Beim Thema Medienkompetenz sei eine sinnvolle und wichtige neue Strategie, die Aufmerksamkeit auf die Risikogruppen zu fokussieren und die finanziellen Mittel dort zu bündeln. Auch auf diesem Gebiet bereits kompetente Kinder und Jugendliche sollten jedoch von ihren Eltern unbedingt weiterhin begleitet werden. "Die Begriffe Fürsorge, Beistand, Trost, Verständnis und Neugierde sind in diesem Zusammenhang zentral", so Schulte- Markwort.

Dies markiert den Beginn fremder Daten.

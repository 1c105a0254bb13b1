//! One period's run, as pure computation: the period's readings (of any quality, each with
//! its out-of-range flag) in, the report, what the engine ran on and each meter's health
//! record out. No store, no clock, no async: `loopbal reconcile` on files and the service's
//! scheduler both call [`run_period`], so the same readings give the same report, warnings
//! included. (The scheduler gives a run a deadline, `reconcile::Cancel`, which can stop it but
//! never change the report of a run that finishes.)
//!
//! The steps: each meter's mean of its good and uncertain readings (bad ones are kept but not
//! used), the steadiness screen, the engine, the inputs as the engine saw them (missing and
//! unsteady tags), and per meter its figures with the counts of bad and out-of-range readings.

use std::collections::{BTreeMap, HashMap};

use chrono::{DateTime, TimeDelta, Utc};
use reconcile::plausible::Screened;
use reconcile::{
    Analysis, Cancel, Cancelled, LeftOut, PeriodInput, Plant, Prepared, Quality, Reading, Report,
};
use serde::Serialize;

use crate::health::MeterPeriod;

/// A meter whose readings within one period spread over more than this many σ makes the
/// period unsteady. The range of n independent normal readings exceeds 8σ with probability
/// well below 10⁻³ for n up to 100 (mean range of 100 readings about 5.0σ, sd near 0.4σ; from
/// memory), so a wider spread means the process moved within the period, not noise.
pub const UNSTEADY_SPREAD_SIGMAS: f64 = 8.0;

/// Smallest |ρ| kept in a meter's record.
const KEPT_CORRELATION: f64 = 0.2;

/// A reading of the period and whether it lies outside its meter's instrument range (the
/// service flags that when the reading is stored, against the revision in effect at its time).
#[derive(Debug, Clone, PartialEq)]
pub struct PeriodReading {
    pub reading: Reading,
    pub out_of_range: bool,
}

/// The period's inputs as the engine saw them, stored with every run.
#[derive(Debug, Clone, Serialize)]
pub struct RunInputs {
    pub revision: i64,
    /// Readings found in the period, of any quality.
    pub readings: usize,
    pub meters: Vec<MeterInput>,
    /// Tags of the revision with no usable reading in the period (unmeasured this period).
    pub missing: Vec<String>,
    /// Tags whose readings spread beyond the steadiness screen.
    pub unsteady: Vec<String>,
    /// Meters left out of the estimate this period (out of service), with why.
    pub left_out: Vec<LeftOutInput>,
    /// Meters with readings the plausibility screen left out of their mean.
    pub implausible: Vec<ImplausibleInput>,
}

/// A meter's readings of one period that no meter of its kind could give, left out of its
/// mean (they stay stored).
#[derive(Debug, Clone, Serialize)]
pub struct ImplausibleInput {
    pub tag: String,
    pub readings: usize,
    /// The first of them, in the meter's uom.
    pub first: f64,
    pub reason: String,
}

/// A meter left out of a period's estimate, by tag.
#[derive(Debug, Clone, Serialize)]
pub struct LeftOutInput {
    pub tag: String,
    pub reason: String,
}

#[derive(Debug, Clone, Serialize)]
pub struct MeterInput {
    pub tag: String,
    /// Mean of the good and uncertain readings, in the meter's uom.
    pub value: f64,
    pub readings: usize,
    pub used_uncertain: bool,
    pub spread: f64,
}

/// What one period's run gives.
#[derive(Debug, Clone)]
pub struct PeriodRun {
    pub report: Report,
    pub inputs: RunInputs,
    /// Each meter of the report with its figures, for its health record.
    pub meters: Vec<(String, MeterPeriod)>,
}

Dem Vortrag von Professor Schulte-Markwort vorausgegangen war ein Grußwort der stellvertretenden Vorsitzenden des Medienrats, Frauke Hamann. Sie betonte, dass die Vermittlung von medialen Kompetenzen in einer digital geprägten Kultur keine rein technische Angelegenheit, sondern vor allem eine soziale Notwendigkeit sei. Kinder und Jugendliche entdeckten die Möglichkeiten des Internet nicht von selbst, häufig benötigten sie Anregungen und Anleitung dabei, den Weg zu einer optimalen Nutzung für ihre Interessen zu finden. Eltern, Pädagogen, Politiker und Anbieter im Internet hätten die Pflicht, sie vor Auswüchsen im Bereich der neuen Medien zu bewahren. "Als Medienanstalt Hamburg / Schleswig- Holstein setzen wir auf die Förderung der Medienkompetenz als präventive und damit wirksamste Form und haben bereits eine Vielzahl entsprechender Projekte angestoßen. Erst vor kurzem hat sich die Politik bereiterklärt, unsere finanzielle Ausstattung für die Förderung der Medienkompetenz erkennbar zu verbessern: Der 3. Medienänderungsstaatsvertrag HSH tritt zum 1. Januar 2010 in Kraft und sieht vor, dass sich die MA HSH künftig verstärkt dem Thema Medienkompetenz widmet. Dafür sind wir sehr dankbar - denn wir sind damit Anreger, Ermöglicher und Seismograf zugleich", so Hamann weiter.